TASK PROMPT:
What lines in this listing contain the string "finishExport"? Report each one by copying it.

GIVEN RECORDS:

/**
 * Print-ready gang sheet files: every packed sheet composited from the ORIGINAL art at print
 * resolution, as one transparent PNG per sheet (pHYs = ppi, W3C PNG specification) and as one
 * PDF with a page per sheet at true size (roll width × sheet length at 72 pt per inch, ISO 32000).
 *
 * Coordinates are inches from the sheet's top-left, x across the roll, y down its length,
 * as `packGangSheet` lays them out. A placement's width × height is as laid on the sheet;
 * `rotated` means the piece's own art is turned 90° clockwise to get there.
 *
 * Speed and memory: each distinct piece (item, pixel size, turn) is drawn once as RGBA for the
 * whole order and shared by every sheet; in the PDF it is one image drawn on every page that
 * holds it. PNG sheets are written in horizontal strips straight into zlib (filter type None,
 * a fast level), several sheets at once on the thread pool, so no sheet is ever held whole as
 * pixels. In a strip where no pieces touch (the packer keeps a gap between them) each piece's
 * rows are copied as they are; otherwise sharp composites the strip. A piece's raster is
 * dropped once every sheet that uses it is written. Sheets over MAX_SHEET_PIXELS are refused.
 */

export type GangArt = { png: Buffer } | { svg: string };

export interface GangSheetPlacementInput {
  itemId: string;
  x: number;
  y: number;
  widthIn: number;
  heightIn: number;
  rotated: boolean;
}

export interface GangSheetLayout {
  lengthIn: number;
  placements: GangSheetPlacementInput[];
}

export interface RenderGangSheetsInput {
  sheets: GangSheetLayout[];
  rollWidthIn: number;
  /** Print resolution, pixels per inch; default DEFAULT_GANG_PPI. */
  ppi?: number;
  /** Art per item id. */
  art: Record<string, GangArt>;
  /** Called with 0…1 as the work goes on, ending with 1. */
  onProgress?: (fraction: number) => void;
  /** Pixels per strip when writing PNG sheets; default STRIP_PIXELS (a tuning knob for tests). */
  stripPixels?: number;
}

---

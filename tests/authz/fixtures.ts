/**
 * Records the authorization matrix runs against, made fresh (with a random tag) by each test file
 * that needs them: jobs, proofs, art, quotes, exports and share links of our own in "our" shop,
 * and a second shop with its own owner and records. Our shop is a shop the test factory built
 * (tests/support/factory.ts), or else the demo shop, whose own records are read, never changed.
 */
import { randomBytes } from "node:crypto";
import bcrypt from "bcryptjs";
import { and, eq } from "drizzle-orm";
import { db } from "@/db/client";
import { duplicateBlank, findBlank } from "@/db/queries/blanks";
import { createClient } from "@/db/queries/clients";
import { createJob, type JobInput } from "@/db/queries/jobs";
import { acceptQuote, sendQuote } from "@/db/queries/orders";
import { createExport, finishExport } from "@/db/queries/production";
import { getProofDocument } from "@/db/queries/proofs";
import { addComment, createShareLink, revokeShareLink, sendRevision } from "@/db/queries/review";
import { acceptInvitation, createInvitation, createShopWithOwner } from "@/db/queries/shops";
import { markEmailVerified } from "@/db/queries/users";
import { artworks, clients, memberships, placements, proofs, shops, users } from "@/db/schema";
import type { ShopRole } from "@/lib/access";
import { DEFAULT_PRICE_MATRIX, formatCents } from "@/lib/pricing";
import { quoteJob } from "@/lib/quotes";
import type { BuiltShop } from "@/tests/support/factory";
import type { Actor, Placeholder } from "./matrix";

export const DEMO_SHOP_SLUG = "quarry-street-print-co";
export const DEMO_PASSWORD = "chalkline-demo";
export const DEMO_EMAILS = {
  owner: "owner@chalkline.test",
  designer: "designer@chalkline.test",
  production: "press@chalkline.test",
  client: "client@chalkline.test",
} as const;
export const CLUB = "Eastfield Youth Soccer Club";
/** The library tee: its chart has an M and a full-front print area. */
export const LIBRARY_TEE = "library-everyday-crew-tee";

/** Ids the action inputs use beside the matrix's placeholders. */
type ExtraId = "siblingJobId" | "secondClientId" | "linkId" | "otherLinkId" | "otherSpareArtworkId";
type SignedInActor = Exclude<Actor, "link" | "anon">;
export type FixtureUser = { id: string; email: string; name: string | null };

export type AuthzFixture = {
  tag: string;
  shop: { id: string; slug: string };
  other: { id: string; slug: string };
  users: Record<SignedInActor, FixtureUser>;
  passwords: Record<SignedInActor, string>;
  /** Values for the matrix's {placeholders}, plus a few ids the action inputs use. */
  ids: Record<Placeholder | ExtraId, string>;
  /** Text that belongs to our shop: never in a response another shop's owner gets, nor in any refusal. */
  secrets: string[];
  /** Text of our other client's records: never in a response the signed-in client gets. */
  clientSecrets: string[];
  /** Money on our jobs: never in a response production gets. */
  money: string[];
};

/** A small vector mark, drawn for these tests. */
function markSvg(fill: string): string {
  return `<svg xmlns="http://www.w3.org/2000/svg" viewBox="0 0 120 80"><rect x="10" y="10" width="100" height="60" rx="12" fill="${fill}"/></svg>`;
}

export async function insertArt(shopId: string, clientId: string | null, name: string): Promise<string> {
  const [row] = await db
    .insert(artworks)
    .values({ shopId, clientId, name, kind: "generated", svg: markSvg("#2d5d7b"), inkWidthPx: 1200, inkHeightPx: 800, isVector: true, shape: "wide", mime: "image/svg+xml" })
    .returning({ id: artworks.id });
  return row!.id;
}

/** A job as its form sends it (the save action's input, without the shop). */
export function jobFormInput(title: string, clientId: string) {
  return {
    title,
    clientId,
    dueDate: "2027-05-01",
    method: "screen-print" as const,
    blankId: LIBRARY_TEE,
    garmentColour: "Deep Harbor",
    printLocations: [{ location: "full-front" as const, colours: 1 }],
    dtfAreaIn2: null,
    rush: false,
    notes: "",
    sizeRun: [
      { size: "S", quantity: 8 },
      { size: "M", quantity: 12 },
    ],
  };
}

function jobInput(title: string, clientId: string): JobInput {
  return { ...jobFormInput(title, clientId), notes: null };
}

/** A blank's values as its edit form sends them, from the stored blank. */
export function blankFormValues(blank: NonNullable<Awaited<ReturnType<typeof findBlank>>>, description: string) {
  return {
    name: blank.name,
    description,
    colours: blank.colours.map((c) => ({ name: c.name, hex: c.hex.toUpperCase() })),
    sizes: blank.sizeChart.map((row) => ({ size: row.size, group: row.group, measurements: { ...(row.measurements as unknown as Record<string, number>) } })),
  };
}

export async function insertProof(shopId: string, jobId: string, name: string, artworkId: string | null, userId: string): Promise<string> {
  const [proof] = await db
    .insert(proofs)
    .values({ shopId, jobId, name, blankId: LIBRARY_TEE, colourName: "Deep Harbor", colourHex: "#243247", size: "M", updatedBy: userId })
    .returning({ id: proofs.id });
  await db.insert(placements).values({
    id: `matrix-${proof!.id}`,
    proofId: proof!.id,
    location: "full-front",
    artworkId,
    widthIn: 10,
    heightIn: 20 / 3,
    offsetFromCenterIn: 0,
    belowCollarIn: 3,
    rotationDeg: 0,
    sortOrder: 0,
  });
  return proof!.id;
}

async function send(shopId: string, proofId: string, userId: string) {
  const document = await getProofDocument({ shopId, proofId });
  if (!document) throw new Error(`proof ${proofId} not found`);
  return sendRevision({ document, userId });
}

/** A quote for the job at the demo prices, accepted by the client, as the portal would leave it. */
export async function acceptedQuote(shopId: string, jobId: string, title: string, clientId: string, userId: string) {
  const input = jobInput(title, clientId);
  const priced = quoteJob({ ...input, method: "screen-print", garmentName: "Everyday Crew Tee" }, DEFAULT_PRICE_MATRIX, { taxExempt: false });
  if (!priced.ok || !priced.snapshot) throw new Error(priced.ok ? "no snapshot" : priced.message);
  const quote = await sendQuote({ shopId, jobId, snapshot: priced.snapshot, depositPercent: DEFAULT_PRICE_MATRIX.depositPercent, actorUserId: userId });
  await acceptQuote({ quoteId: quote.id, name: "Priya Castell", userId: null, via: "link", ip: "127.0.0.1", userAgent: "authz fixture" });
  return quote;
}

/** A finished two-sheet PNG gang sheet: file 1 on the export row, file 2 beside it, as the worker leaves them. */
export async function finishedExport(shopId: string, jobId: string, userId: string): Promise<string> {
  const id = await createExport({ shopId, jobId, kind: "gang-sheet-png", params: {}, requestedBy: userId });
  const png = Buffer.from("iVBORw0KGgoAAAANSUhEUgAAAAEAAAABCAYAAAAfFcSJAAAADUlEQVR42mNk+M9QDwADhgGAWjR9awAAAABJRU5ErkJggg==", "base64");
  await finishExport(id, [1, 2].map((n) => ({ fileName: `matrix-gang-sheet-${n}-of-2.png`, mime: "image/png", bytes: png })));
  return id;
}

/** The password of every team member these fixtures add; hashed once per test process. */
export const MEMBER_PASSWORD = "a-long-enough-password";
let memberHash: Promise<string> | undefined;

ANSWER FOR THIS EXERCISE:
import { createExport, finishExport } from "@/db/queries/production";
  await finishExport(id, [1, 2].map((n) => ({ fileName: `matrix-gang-sheet-${n}-of-2.png`, mime: "image/png", bytes: png })));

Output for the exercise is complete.